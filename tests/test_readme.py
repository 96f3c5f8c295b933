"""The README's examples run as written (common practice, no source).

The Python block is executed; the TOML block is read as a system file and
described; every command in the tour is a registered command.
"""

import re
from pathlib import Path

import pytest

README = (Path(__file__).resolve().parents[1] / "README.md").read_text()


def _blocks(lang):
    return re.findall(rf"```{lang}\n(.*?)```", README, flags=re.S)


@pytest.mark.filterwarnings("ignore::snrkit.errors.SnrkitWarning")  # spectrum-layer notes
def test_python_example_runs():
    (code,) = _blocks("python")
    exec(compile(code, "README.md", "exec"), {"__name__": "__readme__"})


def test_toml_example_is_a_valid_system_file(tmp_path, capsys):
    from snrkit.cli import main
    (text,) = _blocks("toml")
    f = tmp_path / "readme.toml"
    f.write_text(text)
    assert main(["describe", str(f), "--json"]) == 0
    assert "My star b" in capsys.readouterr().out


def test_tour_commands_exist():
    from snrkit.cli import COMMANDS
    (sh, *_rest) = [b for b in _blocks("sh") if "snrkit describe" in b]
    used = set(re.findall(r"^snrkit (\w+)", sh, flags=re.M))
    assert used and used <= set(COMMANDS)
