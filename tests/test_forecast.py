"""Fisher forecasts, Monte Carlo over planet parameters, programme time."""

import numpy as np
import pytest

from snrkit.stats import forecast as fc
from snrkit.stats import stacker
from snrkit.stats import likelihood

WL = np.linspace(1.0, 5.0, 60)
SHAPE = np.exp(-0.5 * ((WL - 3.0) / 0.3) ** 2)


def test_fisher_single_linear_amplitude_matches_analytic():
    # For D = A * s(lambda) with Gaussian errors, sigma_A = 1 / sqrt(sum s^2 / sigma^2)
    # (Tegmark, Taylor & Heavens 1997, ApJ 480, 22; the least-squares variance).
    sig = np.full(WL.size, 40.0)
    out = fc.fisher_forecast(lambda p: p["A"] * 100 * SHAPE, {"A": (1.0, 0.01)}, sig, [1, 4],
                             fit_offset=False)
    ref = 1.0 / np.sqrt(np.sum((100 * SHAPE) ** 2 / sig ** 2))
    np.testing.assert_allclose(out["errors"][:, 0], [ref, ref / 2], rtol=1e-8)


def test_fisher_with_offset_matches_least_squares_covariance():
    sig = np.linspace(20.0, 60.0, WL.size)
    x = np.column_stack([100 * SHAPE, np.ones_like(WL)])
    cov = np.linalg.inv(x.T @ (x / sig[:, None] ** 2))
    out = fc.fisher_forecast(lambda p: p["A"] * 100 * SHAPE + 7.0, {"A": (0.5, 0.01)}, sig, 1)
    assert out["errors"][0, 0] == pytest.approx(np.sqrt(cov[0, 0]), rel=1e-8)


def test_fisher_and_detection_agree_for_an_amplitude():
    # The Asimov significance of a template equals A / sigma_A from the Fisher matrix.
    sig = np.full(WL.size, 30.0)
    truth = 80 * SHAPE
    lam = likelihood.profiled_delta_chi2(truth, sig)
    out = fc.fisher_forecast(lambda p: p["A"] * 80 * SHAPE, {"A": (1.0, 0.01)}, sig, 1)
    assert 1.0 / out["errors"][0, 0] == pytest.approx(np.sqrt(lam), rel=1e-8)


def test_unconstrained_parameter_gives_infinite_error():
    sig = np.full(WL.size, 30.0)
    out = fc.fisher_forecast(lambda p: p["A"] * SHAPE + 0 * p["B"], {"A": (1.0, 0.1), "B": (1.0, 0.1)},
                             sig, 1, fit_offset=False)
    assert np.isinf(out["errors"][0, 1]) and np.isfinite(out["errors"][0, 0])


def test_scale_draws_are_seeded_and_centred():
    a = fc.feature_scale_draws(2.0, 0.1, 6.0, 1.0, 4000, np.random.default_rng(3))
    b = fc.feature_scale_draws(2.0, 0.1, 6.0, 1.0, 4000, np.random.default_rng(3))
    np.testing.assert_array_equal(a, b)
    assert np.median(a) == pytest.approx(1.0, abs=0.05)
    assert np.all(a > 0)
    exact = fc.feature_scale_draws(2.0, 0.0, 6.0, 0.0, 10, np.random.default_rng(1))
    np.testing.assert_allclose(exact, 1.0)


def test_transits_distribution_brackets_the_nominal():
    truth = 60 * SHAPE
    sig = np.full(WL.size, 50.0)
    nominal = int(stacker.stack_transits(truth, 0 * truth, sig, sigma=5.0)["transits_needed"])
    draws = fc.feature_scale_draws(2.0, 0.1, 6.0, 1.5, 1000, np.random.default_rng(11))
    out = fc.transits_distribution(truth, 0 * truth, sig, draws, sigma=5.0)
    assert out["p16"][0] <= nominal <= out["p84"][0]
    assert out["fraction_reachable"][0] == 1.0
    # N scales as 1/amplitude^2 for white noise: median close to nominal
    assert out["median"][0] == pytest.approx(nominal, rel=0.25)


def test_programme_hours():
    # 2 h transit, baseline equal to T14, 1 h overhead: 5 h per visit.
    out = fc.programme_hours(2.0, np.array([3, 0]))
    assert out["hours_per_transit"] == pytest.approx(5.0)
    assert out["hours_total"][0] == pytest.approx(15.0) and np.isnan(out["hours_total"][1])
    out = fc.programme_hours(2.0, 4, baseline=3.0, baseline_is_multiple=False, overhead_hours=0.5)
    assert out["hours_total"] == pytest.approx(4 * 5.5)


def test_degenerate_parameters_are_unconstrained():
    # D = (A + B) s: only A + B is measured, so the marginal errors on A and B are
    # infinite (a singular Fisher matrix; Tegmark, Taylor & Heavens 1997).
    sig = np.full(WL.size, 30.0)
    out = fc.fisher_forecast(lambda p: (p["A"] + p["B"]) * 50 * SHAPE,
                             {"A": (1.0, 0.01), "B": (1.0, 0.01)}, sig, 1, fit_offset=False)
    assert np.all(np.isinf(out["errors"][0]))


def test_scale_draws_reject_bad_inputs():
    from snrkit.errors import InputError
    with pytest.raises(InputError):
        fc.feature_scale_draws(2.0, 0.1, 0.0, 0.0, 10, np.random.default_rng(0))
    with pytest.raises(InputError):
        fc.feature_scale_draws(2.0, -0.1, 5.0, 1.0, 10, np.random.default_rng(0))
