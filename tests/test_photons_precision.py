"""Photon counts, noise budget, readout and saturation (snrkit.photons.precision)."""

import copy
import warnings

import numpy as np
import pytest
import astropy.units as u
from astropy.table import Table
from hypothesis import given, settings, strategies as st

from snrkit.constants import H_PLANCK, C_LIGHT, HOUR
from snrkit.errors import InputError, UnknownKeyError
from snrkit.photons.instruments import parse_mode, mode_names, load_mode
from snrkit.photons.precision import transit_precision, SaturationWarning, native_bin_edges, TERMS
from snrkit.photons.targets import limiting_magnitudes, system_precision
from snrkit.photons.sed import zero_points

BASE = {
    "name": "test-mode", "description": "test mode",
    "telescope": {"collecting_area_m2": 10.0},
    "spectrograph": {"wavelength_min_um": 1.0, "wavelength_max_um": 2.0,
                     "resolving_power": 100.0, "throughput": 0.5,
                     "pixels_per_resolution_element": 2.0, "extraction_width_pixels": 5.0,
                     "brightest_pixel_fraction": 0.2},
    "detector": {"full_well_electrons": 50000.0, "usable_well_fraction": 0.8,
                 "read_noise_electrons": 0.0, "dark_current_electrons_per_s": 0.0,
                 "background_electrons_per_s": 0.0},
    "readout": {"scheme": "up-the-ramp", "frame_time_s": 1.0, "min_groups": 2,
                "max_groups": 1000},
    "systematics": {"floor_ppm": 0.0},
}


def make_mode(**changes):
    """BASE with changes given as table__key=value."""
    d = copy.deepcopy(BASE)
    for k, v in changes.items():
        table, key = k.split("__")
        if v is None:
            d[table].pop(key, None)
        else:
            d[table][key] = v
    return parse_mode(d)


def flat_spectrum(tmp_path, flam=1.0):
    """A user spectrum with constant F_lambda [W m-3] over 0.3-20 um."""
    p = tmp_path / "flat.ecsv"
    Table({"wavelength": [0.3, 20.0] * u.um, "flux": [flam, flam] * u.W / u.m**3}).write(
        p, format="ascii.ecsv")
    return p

.....

Required work:
Leave out every line after the one with "f.write_text(text)". Reproduce the material above exactly from its first line through that line.

Result of the task:
filename tests/test_readme.py
repository 96f3c5f8c295b933
"""The README's examples run as written (common practice, no source).

The Python block is executed; the TOML block is read as a system file and
described; every command in the tour is a registered command.
"""

import re
from pathlib import Path

import pytest

README = (Path(__file__).resolve().parents[1] / "README.md").read_text()


def _blocks(lang):
    return re.findall(rf"```{lang}\n(.*?)```", README, flags=re.S)


@pytest.mark.filterwarnings("ignore::snrkit.errors.SnrkitWarning")  # spectrum-layer notes
def test_python_example_runs():
    (code,) = _blocks("python")
    exec(compile(code, "README.md", "exec"), {"__name__": "__readme__"})


def test_toml_example_is_a_valid_system_file(tmp_path, capsys):
    from snrkit.cli import main
    (text,) = _blocks("toml")
    f = tmp_path / "readme.toml"
    f.write_text(text)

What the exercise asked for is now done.